My Adopted Child, There's No One Like You, by Dr. Kevin Leman and Kevin Leman II
By the author of the celebrated Birth Order Book, this wordy picture book addresses that dreaded school assignment for adopted kids: the family tree. Panda's parents, who are grizzly bears, talk about Panda's unique family history including his parents' travels to another country to bring him back home. Although the text is a little long for the youngest children, big kids will appreciate the forthright and loving discussion.
I Wished for You, an adoption story, by Marianne Richmond
"Mama," said Barley. "Tell me again how I'm your wish come true." Thus begins this beautiful story for adoptive families.
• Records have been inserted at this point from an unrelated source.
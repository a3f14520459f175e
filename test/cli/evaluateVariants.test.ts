import { execFileSync } from 'node:child_process';
import { mkdtempSync, writeFileSync } from 'node:fs';
import { tmpdir } from 'node:os';
import { join } from 'node:path';
import { describe, expect, it } from 'vitest';
import { readDesignFileBytes } from '../../src/cli/readDesignFile';
import { EXIT, runEvaluateCli } from '../../src/cli/runEvaluate';
import { createVariant } from '../../src/commands/createVariant';
import { switchVariant } from '../../src/commands/switchVariant';
import { csvField } from '../../src/io/csvField';
import { demoDesign } from '../../src/designs/demoDesign';
import type { Design } from '../../src/model/design';
import { variantContent } from '../../src/model/variants';

// Source for every expectation here: common practice (no source) for command-line tools and for CSV
// read by spreadsheets (a leading apostrophe keeps formula-like text as text).

function run(args: string[], bytes: Uint8Array | string) {
  let stdout = '';
  let stderr = '';
  const code = runEvaluateCli(args, {
    readFile: () => bytes,
    stdout: (text) => (stdout += text),
    stderr: (text) => (stderr += text),
  });
  return { code, stdout, stderr };
}

/** The demo with a second variant named "Second" (the demo without one mat); the demo is active. */
function twoVariants(): Design {
  const demo = demoDesign();
  const added = createVariant.run(demo, {
    design: {
      ...variantContent(demo),
      name: 'Second',
      blocks: demo.blocks.filter((b) => b.id !== 'mat-r0c0'),
    },
  });
  if (!added.ok) throw new Error(added.error);
  const firstId = added.design.variants?.entries[0]?.id ?? '';
  const back = switchVariant.run(added.design, { variantId: firstId });
  if (!back.ok) throw new Error(back.error);
  return back.design;
}

describe('evaluate: variants', () => {
  const text = JSON.stringify(twoVariants());

  it('by default reports the active variant and says how many were not reported', () => {
    const r = run(['x.json'], text);
    expect(r.code).toBe(EXIT.ok);
    expect(r.stdout).toMatch(/^Wren bank section/);
    expect(r.stderr).toMatch(/1 other variant was not reported \(use --variant NAME or --all\)/);
  });

  it('--variant NAME picks one; an unknown name is refused with the names there are', () => {
    const r = run(['x.json', '--variant', 'Second', '--json'], text);
    expect(r.code).toBe(EXIT.ok);
    const parsed = JSON.parse(r.stdout) as { design: { name: string }; mats: unknown[] };
    expect(parsed.design.name).toBe('Second');
    expect(parsed.mats).toHaveLength(15);
    const missing = run(['x.json', '--variant', 'Third'], text);
    expect(missing.code).toBe(EXIT.invalidDesign);
    expect(missing.stderr).toMatch(/no variant named "Third"; the file has .*"Second"/);
  });

  it('--all: tables in turn, a JSON array, one CSV with a variant column', () => {
    const table = run(['x.json', '--all'], text);
    expect(table.stdout).toMatch(/=== Variant 1 of 2: Wren bank section.*===/);
    expect(table.stdout).toMatch(/=== Variant 2 of 2: Second ===/);
    const json = JSON.parse(run(['x.json', '--all', '--json'], text).stdout) as {
      variant: { name: string };
      report: { mats: unknown[] };
    }[];
    expect(json.map((v) => [v.variant.name, v.report.mats.length])).toEqual([
      [twoVariants().name, 16],
      ['Second', 15],
    ]);
    const csv = run(['x.json', '--all', '--csv'], text).stdout.trimEnd().split('\r\n');
    expect(csv[0]).toMatch(/^variant,name,mat_id,/);
    expect(csv).toHaveLength(1 + 16 + 15);
    expect(csv.filter((l) => l.startsWith('Second,'))).toHaveLength(15);
  });
});

describe('evaluate: encodings, hostile names and files', () => {
  const demoText = JSON.stringify(demoDesign());

  it('reads UTF-8 with and without a byte-order mark and UTF-16 with one, like the browser', () => {
    const utf8 = new TextEncoder().encode(demoText);
    const withMark = new Uint8Array([0xef, 0xbb, 0xbf, ...utf8]);
    const utf16 = new Uint8Array([0xff, 0xfe, ...Buffer.from(demoText, 'utf16le')]);
    for (const bytes of [utf8, withMark, utf16]) expect(run(['x.json'], bytes).code).toBe(EXIT.ok);
    const latin1 = run(['x.json'], new Uint8Array([0x7b, 0xe9, 0x7d]));
    expect(latin1.code).toBe(EXIT.unreadable);
    expect(latin1.stderr).toMatch(/UTF-8/);
  });

  it('neutralises formula-like names in --csv, and shows control characters in the table escaped', () => {
    const demo = demoDesign();
    const hostile = {
      ...demo,
      name: 'Bank \u001b[2J\u0007 ring',
      blocks: demo.blocks.map((b) => (b.id === 'mat-r0c0' ? { ...b, name: '=HYPERLINK("http://x")' } : b)),
    };
    const csv = run(['x.json', '--csv'], JSON.stringify(hostile)).stdout;
    expect(csv).toContain(`"'=HYPERLINK(""http://x"")"`);
    const table = run(['x.json'], JSON.stringify(hostile)).stdout;
    // eslint-disable-next-line no-control-regex
    expect(table).not.toMatch(/[\u0000-\u0008\u000b-\u001f]/);
    expect(table).toContain('Bank \\u001b[2J\\u0007 ring');
  });

  it('csvField: =, +, -, @, tab and carriage return lead to an apostrophe; numbers stay numbers', () => {
    expect(['=1+1', '+1', '-1', '@SUM(A1)', '\tx', '\rx'].map(csvField)).toEqual([
      "'=1+1",
      "'+1",
      "'-1",
      "'@SUM(A1)",
      "'\tx",
      `"'\rx"`,
    ]);
    expect(csvField(-1.5)).toBe('-1.5');
    expect(csvField('mat-1')).toBe('mat-1');
  });

  it('refuses a FIFO and a directory, and caps what it reads while reading', () => {
    const dir = mkdtempSync(join(tmpdir(), 'matloom-cli-'));
    expect(() => readDesignFileBytes(dir, 1000)).toThrow(/directory/);
    const fifo = join(dir, 'pipe');
    execFileSync('mkfifo', [fifo]);
    expect(() => readDesignFileBytes(fifo, 1000)).toThrow(/FIFO/);
    const big = join(dir, 'big.json');
    writeFileSync(big, 'x'.repeat(5000));
    expect(() => readDesignFileBytes(big, 1000)).toThrow(/limit for a design file is 1,000/);
    expect(readDesignFileBytes(big, 5000)).toHaveLength(5000);
  }, 20_000);
});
This story follows a little bear named Barley and his mama as they curl up in their favorite cuddle spot and talk about how they became a family. Barley asks Mama the kinds of questions many adopted children have, and Mama lovingly answers them all.
Parenting Your Internationally Adopted Child, From Your First Hours Together Through the Teen Years, by Patty Cogen
Your internationally adopted child has different needs. So demonstrates Patty Cogen, who for the past decade has studied the adjustment and development of internationally adopted children and advised their often mystified adoptive parents. With advice on language and school difficulties and the development of self-control and independence, Cogen guides adoptive parents from preparations for a child's arrival all the way through the teen years.
Central Ohio adoption resources:
The Dave Thomas Foundation for Adoption
Located in Dublin, this national foundation's mission is to find homes for the more than 150,000 children in foster care. Their website is a wealth of information about adopting waiting children, including a packet on building an adoption-friendly workplace. www.davethomasfoundation.org.
Interracial Families in Friendship (IFIF)
Founded by adoptive parents seeking support raising their kids in multiracial families, IFIF offers both online and in-person support for interracial families including black, bi-racial, multiethnic and white children. Their friendly, casual monthly meetings are also open to families who are just beginning to explore the option of transracial adoption. www.simplyliving.org/ifif.
International Adoption Clinic
Nationwide Children's Hospital offers an adoption clinic especially for families who bring their children home from overseas. The clinic offers pre-adoptive services to help parents understand the specific challenges they may face and can also review medical records for parents who have matched with a child. The clinicians remain on-call while parents are traveling and will assess kids once they come home.
email@example.com or (614) 722-4459.
Offered by Nationwide Children's Hospital and The National Center for Adoption Law at Capital University Law School, the Academy helps parents understand the ins and outs of adoption whether they seek to adopt domestically or internationally. www.nationwidechildrens.org, (614) 355-0662 or firstname.lastname@example.org
Franklin County Children Services seeks families or single adults who will love and share their homes with waiting children. For more information, please call (614) 275-2571, or go to Franklin County Children Services.
Dawn Friedman lives in Worthington. She and her husband adopted their second child in an open adoption. Their daughter's birth mom lives in German Village.